ICE cotton futures gained nearly 1 percent on Wednesday, boosted by demand for the natural fiber from speculators. Cotton contracts for March settled up 0.68 cent, or 0.91 percent, at 75.71 cents per lb after trading within a range of 74.95 and 75.95 cents a lb.
"I think its just a continuation of the bullish sentiment we have had for the past few weeks," said Beau Stephenson, merchant at Omnicotton Inc. "Speculators are taking a larger long position not finding the resistance on the way up that you find at this time of the year."
Demand from speculators has led a recent rally in cotton prices, which saw the March contract touch an all-time high of 76.75 cents a lb last week, analysts said. Influential Wall Street bank Goldman Sachs raised its three, six and 12-month cotton price forecasts to 75 cents per lb from 70 cents earlier, on expectations global growth will likely remain strong but not accelerate much further.
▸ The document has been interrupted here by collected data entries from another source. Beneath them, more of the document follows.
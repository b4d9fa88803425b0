"""The line solver: march bulk enthalpy and pressure along the segments in series.

Model (DESIGN §3). At each position the fluid at bulk temperature Tm exchanges
heat through the inside film and the pipe wall with the *heated node*, the outer
surface of the pipe wall, where tracing heat (W/m) enters. From there a path of
resistances (insulation layers, outer film or soil) leads to the surroundings at
T∞. Per unit length, with R_a = R_in + R_wall and R_o the outside path:

    q'_fluid = q'_in (1 − R_a U') + U' (T∞ − Tm),      U' = 1 / (R_a + R_o)

Uniform heat flux is U' = 0; a fixed wall temperature is R_o = 0; adiabatic is
q'_in = 0 and U' = 0. Within a cell the coefficients are constant and the bulk
temperature follows the exact exponential of ``m cp dTm/dx = q'_fluid(Tm)``, so
coarse cells stay stable. The heat of each cell is added to the enthalpy,
``h_{i+1} = h_i + Q_i / m``, and temperature follows from (h, p): the energy
balance closes to round-off by construction.

Properties, film coefficients and pressure are evaluated vectorised over all
cells at once, at cell means, and iterated to a fixed point; only the linear
bulk-temperature recurrence runs cell by cell.

Assumptions (also listed in every result): steady flow, single phase, no axial
conduction, kinetic and potential energy neglected in the energy balance,
no viscosity correction for wall temperature, the entry lengths counted from the
line inlet, fittings losses spread evenly over their segment.
"""

from __future__ import annotations

import dataclasses
import math
from dataclasses import dataclass

import numpy as np

from solver._numeric import clip as _clip

from solver import catalogue, correlations, fittings as fittings_mod
from solver.errors import CalorunError, InputError, PropertyRangeError, SolverError
from solver.model import (
    Adiabatic,
    Alternative,
    Buried,
    FixedWall,
    Jacket,
    PureFluid,
    StillAir,
    Wind,
)
from solver.properties import PureFluidModel, fluid_model
from solver.results import Check, PressureDropBreakdown, Profile, Result, SegmentSpan, render_message

GRAVITY = 9.80665  # m/s², standard gravity (CGPM 1901)
AMBIENT_PRESSURE_PA = 101_325.0  # air around the line, standard atmosphere
BURN_THRESHOLD_K = 333.15  # 60 °C contact burn threshold for metal-like surfaces (common practice)
COLD_CONTACT_K = 263.15  # −10 °C, cold-contact injury threshold (common practice)

ASSUMPTIONS = [
    "Steady, single-phase flow; no axial heat conduction in fluid or wall.",
    "Potential energy is in the energy balance; kinetic energy is neglected (typically well under 0.01 K).",
    "Properties evaluated at the local bulk temperature and pressure; no wall-viscosity correction.",
    "Hydrodynamic and thermal entry lengths counted from the line inlet.",
    "Fittings losses spread evenly over the length of their segment.",
    "Heat input (tracing) enters at the outer surface of the pipe wall, under the insulation.",
    "With a jacket or fixed wall temperature, insulation layers play no part.",
    "Outer film in air at 1 atm; radiation to surroundings at the air temperature.",
    "Friction heats the fluid (enthalpy includes flow work), so an adiabatic liquid line warms slightly.",
]


# --------------------------------------------------------------------------- set-up


@dataclass
class _SegmentSetup:
    index: int
    name: str
    length_m: float
    inner_diameter_m: float
    pipe_outer_diameter_m: float
    outer_diameter_m: float  # over insulation (the surface facing the surroundings)
    roughness_m: float
    wall_resistance: float  # K·m/W
    insulation_resistance: float  # K·m/W
    heat_input_W_per_m: float
    kind: str
    medium_temperature_K: float
    elevation_change_m: float
    n_cells: int
    surroundings: object
    fittings: list
    cells: np.ndarray = None  # indices of this segment's cells in the line
    node_range: tuple = (0, 0)  # first and last index of this segment's nodes in the profile


def _resolve_segments(alt: Alternative) -> list[_SegmentSetup]:
    setups = []
    for i, seg in enumerate(alt.segments):
        prefix = f"segments[{i}]"
        rp = catalogue.resolve_pipe(seg.pipe, field_prefix=f"{prefix}.pipe")
        d_in = rp.inner_diameter_m
        d_po = rp.outer_diameter_m
        r_wall = _cylinder_resistance(d_in, d_po, rp.wall_conductivity_W_per_mK)
        sur = seg.surroundings
        d = d_po
        r_ins = 0.0
        if not isinstance(sur, (FixedWall, Jacket)):
            for layer in seg.insulation:
                d_next = d + 2.0 * layer.thickness_m
                r_ins += _cylinder_resistance(d, d_next, layer.conductivity_W_per_mK)
                d = d_next
        if isinstance(sur, (StillAir, Wind)):
            t_inf = sur.temperature_K
        elif isinstance(sur, Buried):
            t_inf = sur.soil_temperature_K
            if sur.depth_m <= d / 2:
                raise InputError(
                    f"{prefix}.surroundings.depth_m", sur.depth_m,
                    f"the pipe centreline must lie deeper than its outer radius ({d / 2:.3f} m)",
                )
        elif isinstance(sur, Jacket):
            t_inf = sur.medium_temperature_K
        elif isinstance(sur, FixedWall):
            if sur.wall_temperature_K is not None:
                t_inf = sur.wall_temperature_K
            else:
                water = fluid_model(PureFluid(name="Water"))
                t_inf = float(water.saturation_temperature(np.array([sur.steam_pressure_Pa]))[0])
                if not math.isfinite(t_inf):
                    raise InputError(
                        f"{prefix}.surroundings.steam_pressure_Pa", sur.steam_pressure_Pa,
                        "no saturation temperature at this pressure (above the critical point of water?)",
                    )
        else:  # adiabatic
            t_inf = math.nan
        setups.append(
            _SegmentSetup(
                index=i,
                name=seg.name,
                length_m=seg.length_m,
                inner_diameter_m=d_in,
                pipe_outer_diameter_m=d_po,
                outer_diameter_m=d,
                roughness_m=rp.roughness_m,
                wall_resistance=r_wall,
                insulation_resistance=r_ins,
                heat_input_W_per_m=seg.heat_input_W_per_m,
                kind=sur.kind,
                medium_temperature_K=t_inf,
                elevation_change_m=seg.elevation_change_m,
                n_cells=0,
                surroundings=sur,
                fittings=list(seg.fittings),
            )
        )
    return setups


def _cylinder_resistance(d_inner: float, d_outer: float, k: float) -> float:
    """Conduction through a cylindrical layer per unit length, ln(Do/Di)/(2πk) [K·m/W] (closed form;
    the scalar twin of correlations.cylinder_wall_resistance, which validates arrays)."""
    return math.log(d_outer / d_inner) / (2.0 * math.pi * k) if d_outer > d_inner else 0.0


def _cells_for(setups: list[_SegmentSetup], refine: float, cells_per_segment: int | None) -> None:
    """Choose cells per segment: enough to resolve entry effects and the temperature change.

    Second-order accurate in cell size (mid-cell properties, exact exponential in
    each cell), so a few hundred cells per segment are grid-independent to well
    under 0.01 K; the count grows with length-to-diameter ratio.
    """
    for s in setups:
        if cells_per_segment is not None:
            n = cells_per_segment
        else:
            l_over_d = s.length_m / s.inner_diameter_m
            n = int(math.ceil(40 + 12 * math.log10(1 + l_over_d) ** 2))
        s.n_cells = max(4, int(math.ceil(n * refine)))


# --------------------------------------------------------------------------- solve


def solve(
    alternative: Alternative,
    *,
    refine: float = 1.0,
    cells_per_segment: int | None = None,
    max_iterations: int = 60,
    tolerance_K: float = 1e-3,
) -> Result:
    """Solve one alternative and return its :class:`~solver.results.Result`.

    ``refine`` scales the automatic cell counts (2.0 doubles them: the grid
    check); ``cells_per_segment`` fixes them. Raises only
    :class:`~solver.errors.CalorunError` subclasses.
    """
    try:
        return _solve(alternative, refine, cells_per_segment, max_iterations, tolerance_K)
    except PropertyRangeError as exc:
        raise SolverError(f"fluid property out of range: {exc}", alternative=alternative.name) from None
    except InputError as exc:
        raise _located_input_error(alternative, exc) from None
    except CalorunError:
        raise
    except (FloatingPointError, ZeroDivisionError, OverflowError) as exc:  # defensive: never a raw traceback
        raise SolverError(f"numerical failure ({exc})", alternative=alternative.name) from None


def _located_input_error(alt: Alternative, exc: InputError) -> InputError:
    """Say which alternative and segment (by number from 1 and by name) an input problem is in."""
    import re

    where = f"alternative {alt.name!r}"
    m = re.match(r"segments\[(\d+)\]", exc.field)
    if m and int(m.group(1)) < len(alt.segments):
        k = int(m.group(1))
        where += f", segment {k + 1} {alt.segments[k].name!r}"
    located = InputError(exc.field, exc.value, exc.reason)
    located.args = (f"{where}: {exc}",)
    located.alternative = alt.name
    return located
Rising crude oil prices also point to slightly less competition from man-made fibers, the bank said in a research note dated Tuesday. The dollar index, which measures the greenback against six major currencies, was down 0.14 percent. The Thomson Reuters CoreCommodity CRB Index, which tracks 19 commodities, was up 0.58 percent.
Total futures market volume fell by 4,085 to 20,574 lots. Data showed total open interest fell 767 to 265,088 contracts in the previous session. The market is awaiting weekly export sales data from the US Department of Agriculture on Thursday.